The built in biases in the process destroy credibility. If the agenda was simply feedback, a signature and paperwork trail would be wholly unnecessary. So much for being non-threatening when the manager is demanding a signature.

Any that's why I don't like annual reviews.....

Aseem Sharma

Performance reviews, however ugly they may seem, are an integral part of the corporate world. Most organizations have a pyramidal hierarchical structure, and it's your performance reviews that decide how quickly you rise to the top. So now the question is how do we do it best? My take is:

1) Each employee should be communicated his goals at the beginning of his appraisal period. The goals assigned should be in line with the employee's current position in the company hierarchy.

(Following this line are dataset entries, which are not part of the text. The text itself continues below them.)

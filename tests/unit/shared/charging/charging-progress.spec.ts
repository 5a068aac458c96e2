import { describe, expect, it } from 'vitest'
import { chargingProgress, type ChargingInput } from '#shared/utils/charging'

// Ethylene (Smukala et al. 2000 EOS) and ethane (Bücker & Wagner 2006 EOS) values as computed with CoolProp 8.0.0.
const input: ChargingInput = { designation: 'R1150', volumeL: 12, ambientC: 22, targetChargeG: 153.8, display: { unit: 'psig', atmosphericKpa: 101.325 } }

describe('charging by standing pressure', () => {
  it('100 psig (790.8 kPa abs at sea level) of R1150 in 12 L at 22 °C is 113.9 g: 39.9 g to go, 74.1 % of 153.8 g', () => {
    const r = chargingProgress(input, { by: 'pressure', pressureKpa: 790.8 })
    expect(r.chargeNowG).toBeCloseTo(113.9, 1)
    expect(r.toGoG).toBeCloseTo(153.8 - 113.9, 1)
    expect(r.percentOfTarget).toBeCloseTo((113.9 / 153.8) * 100, 1)
    expect(r.chargeIsMinimum).toBe(false)
    expect(r.reading.text).toBe('100.0 psig')
    // Where the target stands: 153.8 g / 12 L = 12.817 kg/m³ of R1150 at 22 °C stands at 1049.6 kPa abs = 137.5 psig.
    expect(r.target.reading!.text).toBe('137.5 psig')
    expect(r.note).toMatch(/About 40 g to go/)
  })

  it('is not proportional: half the target pressure holds less than half the grams', () => {
    const r = chargingProgress(input, { by: 'pressure', pressureKpa: 1049.6 / 2 })
    expect(r.percentOfTarget).toBeLessThan(50)
  })

  it('by weight: 100 g weighed into an evacuated stage should read 830.99 kPa abs (10 kg/m³ of R1150 at 22 °C)', () => {
    const r = chargingProgress({ ...input, targetChargeG: 200 }, { by: 'weight', addedG: 100, startG: 20 })
    expect(r.chargeNowG).toBe(120)
    const weighed = chargingProgress({ ...input, targetChargeG: 200 }, { by: 'weight', addedG: 120, startG: 0 })
    expect(weighed.standingPressureKpa).toBeCloseTo(830.99, 0)
    expect(weighed.toGoG).toBe(80)
    expect(weighed.percentOfTarget).toBe(60)
  })

  it('round trip: the pressure expected from weighed grams gives the same grams back', () => {
    const w = chargingProgress(input, { by: 'weight', addedG: 87.5, startG: 0 })
    const p = chargingProgress(input, { by: 'pressure', pressureKpa: w.standingPressureKpa })
    expect(p.chargeNowG).toBeCloseTo(87.5, 6)
  })

  it('over the target: stop and recover', () => {
    const r = chargingProgress(input, { by: 'weight', addedG: 170, startG: 0 })
    expect(r.toGoG).toBeLessThan(0)
    expect(r.warnings.join(' ')).toMatch(/Over the target by 16 g/)
  })

  it('on target within 2 %: settle and re-read', () => {
    const r = chargingProgress(input, { by: 'weight', addedG: 153, startG: 0 })
    expect(r.note).toMatch(/On target/)
  })

  it('a target that is two-phase at ambient cannot be charged by pressure: charge by weight', () => {
    // 300 g of R170 in 1 L at 22 °C is between its saturated vapour and liquid densities.
    const r = chargingProgress({ ...input, designation: 'R170', volumeL: 1, targetChargeG: 300 }, { by: 'pressure', pressureKpa: 3940 })
    expect(r.target.reading).toBeNull()
    expect(r.chargeIsMinimum).toBe(true)
    expect(r.warnings.join(' ')).toMatch(/Charge it by weight/)
  })

  it('warns against the design pressure and gives the cautions of the charging step', () => {
    const r = chargingProgress({ ...input, designPressureKpa: 1000 }, { by: 'pressure', pressureKpa: 1049.6 })
    expect(r.warnings[0]).toMatch(/^DANGER/)
    expect(r.cautions.join(' ')).toMatch(/settled/)
    expect(r.cautions.join(' ')).toMatch(/flammable/)
    expect(r.cautions.join(' ')).not.toMatch(/ignite it|flame test/)
  })
})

2) The employee should be asked to accept his goals or talk to his manager in case he has concerns. Should there be any goals which can prove beneficial to the company if achieved, but the manager has not mentioned them, the employee should ask the manager to add those goals to his list after mutual agreement.

3) At the end of the appraisal period the employee should be evaluated against the goals he had accepted earlier.

4) The performance review should occur twice a year, as we all know it's a time-consuming process.


Imagine if business financials were rolled up once a year in a process dominated by personal biases and ill-defined goals. Everyone says, "Our people are our most important asset," but most people-processes are totally ineffective. And a note to Bob Rogers, don't kid yourself, the performance management system at GE is a joke, too.

Jeffrey SDSU

Think your raise is tied to your performance? Not so. The company decides in advance how much is available for salary increases, then makes the "performance reviews" fit the budget. One big advantage of a union job is you don't have to deal with this phony system. Compensation is based on longevity and collective bargaining; performance is treated as a separate issue.


All commentators would definitely agree to the point that performance reviews are not rejected, but the way they are modeled or implemented in most companies is rejected. Those companies who swear by it have seen it being successful and giving good results. I have seen people staying up the whole night to fill up their performance review forms. Why can't it be done on a more dynamic and regular basis?

Daniel T

In keeping with life's simple rule, the things we don't like are usually good for us. Green leafy vegies, cod liver oil, two litres of water a day and feedback. No-one sees us better in stressful/joyful situations than the people we spend the majority of our time with. It is part of human nature that we would like to improve ourselves, our postions and life styles, and to achieve that we need a measure, gauge, or yard stick so we know that have moved up. The same is needed in business so to improve we need to be measured and points of improvement or development identified for us. The process should be more often than every 12 months in a shorter form with an overview or summary annually.

How many of us can truly say that we know all of our flaws or weaknesses and the way to improve on these? Supportive management can develop its staff by providing an open and honest review system that is designed to provide personal growth for the individual, which should translate into practical growth for the company.


Performance review methods and processes contribute directly to our bottom line and we do very well. Mostly because our end products are corporate-centric performance review methods and tools. Not only do we "consult" for $350 an hour but we also sell this tripe at massive profits to corporate clients.

They dig for gold, and we sell them the pick axes for $500 a piece. Therefore, from the article, I must vote for the "Con"!